And she warned: “No such approach works unless you stick at it. There’s no use doing this for two or 3 years and then forgetting about it – you have to make a extended-term investment in this type of alter capability.”Laura Chan, one of the co-founders of the Marco Polo Academy, a bilingual Mandarin-English primary school opening in Barnet next September as portion of the free of charge schools programme, explained the prime minister’s announcement was very good information for the standing of Mandarin.


“It’s a wonderful aid. It will enhance people’s awareness of Mandarin as a language they can understand,” she mentioned.


“One particular purpose we desired to set up the free of charge school is that the educating of language in the Uk is not especially effective, specially for young children.”


From September 2014, studying foreign languages will be compulsory in main colleges under the new nationwide curriculum.




David Cameron urges British students to ditch French and learn Mandarin

3 Aralık 2013 Salı

A blanket opposition to education funding cuts isn"t the answer | Daniel Carr and Cameron M Knott

The Coalition program to save $ 2.4bn in higher schooling funding, initial proposed by the Gillard government in April, is now in jeopardy as a outcome of Labor’s determination to heed calls from the Greens to block the legislation in the Senate. Half of the cost savings will come from imposing an efficiency dividend on universities and lowering reductions for early charge repayments, with another $ 1.2bn saved by converting pupil commence-up scholarships into HECS-Assist fashion loans.

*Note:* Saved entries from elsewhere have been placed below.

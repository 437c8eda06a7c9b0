import { rmseFromFitness, type SearchDecision, type SearchStep } from '@netbreeder/shared-types';
import type { RunStore } from '../store/run-store.js';

const short = (hash: string) => `\`${hash.slice(0, 12)}\``;
const percent = (v: number) => `${(v * 100).toFixed(1)}%`;

/**
 * One recorded search decision in plain words (Markdown), for the report. `target`: a regression
 * run's scaling, whose fitnesses are told as validation RMSE in the target's units. Pure.
 */
export function explainDecision(d: SearchDecision, target?: { std: number }): string {
  const score = target ? (f: number) => `RMSE ${Number((rmseFromFitness(f) * target.std).toPrecision(4))}` : percent;
  switch (d.kind) {
    case 'random-genome': {
      const start = { initial: 'As one of the first members of the population', 'extra-initial': 'As an extra first member (no result had arrived yet)', 'random-sample': 'As a random sample', fallback: 'As a fresh genome' }[d.role];
      return `${start}, it began as the minimal network with ${d.mutations.length ? `${d.mutations.length} random change(s): ${d.mutations.map((m) => `${m.operator} (${m.detail})`).join('; ')}` : 'no change'}.`;
    }
    case 'reference-network':
      return `It is the run's reference network, the one a careful practitioner writes by hand (${d.description})${d.adjustments.length ? `, fitted to the search space: ${d.adjustments.join('; ')}` : ''}.`;
    case 'parent-selected': {
      const drawn = d.drawn.map((m) => `${short(m.genomeHash)} ${score(m.fitness)}${m.front === undefined ? '' : ` front ${m.front + 1}`}`).join(', ');
      const how = d.method === 'tournament' ? (target ? 'the one of the lowest RMSE' : 'the most accurate of them') : 'the best of them by front, then by how little crowded it was';
      return `Its parent was chosen by drawing ${d.sampleSize} of the ${d.populationSize} living members at random (${drawn}); ${how}, ${short(d.winner.genomeHash)} (${score(d.winner.fitness)}), won.`;
    }
    case 'mutation':
      return `The child was made by ${d.operator}: ${d.detail}.`;
    case 'mutation-impossible':
      return `The chosen parent ${short(d.parentHash)} had no valid change (${d.message}).`;
    case 'promotion':
      return `It was promoted from rung ${d.fromRung} (${d.fromEpochs} epochs) to rung ${d.toRung} (${d.toEpochs} epochs): ${score(d.member.fitness)} placed it ${d.rank} of ${d.rungSize}, inside the top ${d.quota} (at least ${score(d.threshold)}).`;
    case 'reference-promotion':
      return `As the run's reference network it moved up from rung ${d.fromRung} (${d.fromEpochs} epochs) to rung ${d.toRung} (${d.toEpochs} epochs) whatever its rank (${score(d.member.fitness)}), so the choice has it at the longest training.`;
    case 'no-promotion':
      return 'No result was due for promotion, so a new genome started at the lowest rung.';
    case 'member-added':
      return `Its result (${score(d.member.fitness)}) joined ${d.rung === undefined ? 'the population' : `rung ${d.rung}`} (${d.size} now).`;
    case 'member-removed':
      return d.rule === 'oldest' ? `${short(d.member.genomeHash)} aged out as the oldest member.` : `${short(d.member.genomeHash)} left as the worst trade-off (front ${(d.member.front ?? 0) + 1}).`;
    case 'observation-ignored':
      return `Its result was not used (${d.why}).`;
    case 'rejected':
      return `The coordinator refused a ${d.subject}: ${d.issues.join('; ')}.`;
    case 'results-forgotten':
      return `${d.evaluationIds.length} result(s) were taken out of the search: ${d.reason}.`;
  }
}

/** The decisions worth telling about how a genome came to be: its proposal's, and each of its promotions. */
const telling = (s: SearchStep) => s.decisions.filter((d) => d.kind !== 'no-promotion' && d.kind !== 'member-added');

/**
 * "How it was found", step by step from the earliest recorded ancestor down to `genomeHash`: for
 * each genome on the line, the decisions that proposed it (tournament, mutation, or its random
 * start), then any promotions of the genome itself. Empty when the run has no decision log (runs
 * stored before it existed).
 */
export function howItWasFound(store: RunStore, runId: string, genomeHash: string): Array<{ genomeHash: string; evaluationId: string | null; lines: string[] }> {
  const target = store.getRun(runId)?.dataset.manifest.target;
  const explain = (d: SearchDecision) => explainDecision(d, target);
  const chain = store.lineageChain(runId, genomeHash);
  const line = [chain.length ? chain[0]!.parentHash : genomeHash, ...chain.map((l) => l.childHash)];
  const steps = store.searchSteps(runId, line).filter((s) => s.kind === 'propose' || s.kind === 'submit');
  return line.map((hash, i) => {
    // Its first proposal is how it came to be (the lineage names it for every child).
    const own = steps.filter((s) => s.genomeHash === hash);
    const born = i > 0 ? own.find((s) => s.evaluationId === chain[i - 1]!.evaluationId) ?? own[0] : own[0];
    const lines = born ? (born.kind === 'submit' ? ['A user submitted it.'] : telling(born).map(explain)) : [];
    if (i === line.length - 1) for (const s of own) if (s !== born) lines.push(...s.decisions.filter((d) => d.kind === 'promotion' || d.kind === 'reference-promotion').map(explain));
    return { genomeHash: hash, evaluationId: born?.evaluationId ?? null, lines };
  });
}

The proposal has incensed pupil bodies and the tertiary sector union, who have launch campaigns towards the cuts. Fears have been raised about an era of declining university quality and impoverished college students with crippling personal debts. A more regressive policy would be difficult to locate, right? 


Nicely, not really. Students do face genuine hardship while at university, but the progressive answer is to move towards a deferred payment model that is the two far more generous when students are cash poor, and more demanding of them when they are funds rich. After all, subsidising folks to attain disproportionately substantial incomes – earning more than $ one.1m far more than non-graduates on common – even though expecting tiny in the way of personal contributions is hardly paying cash pretty.


This is specifically the case when we seem at just who goes to university. Above half of students coming from the richest 10% of households enroll in university. For students coming from the poorest 10% of households, enrolment is beneath 10%. Worse, students from the bottom quarter of socio-financial (SES) households make up just 14.eight% of undergraduates, rather than 25% which we would count on in a “honest” method.


As soon as you think about that graduates disproportionately come from and go onto join the most properly-off groups in society, it raises the query: is this the very best way to assist disadvantaged students?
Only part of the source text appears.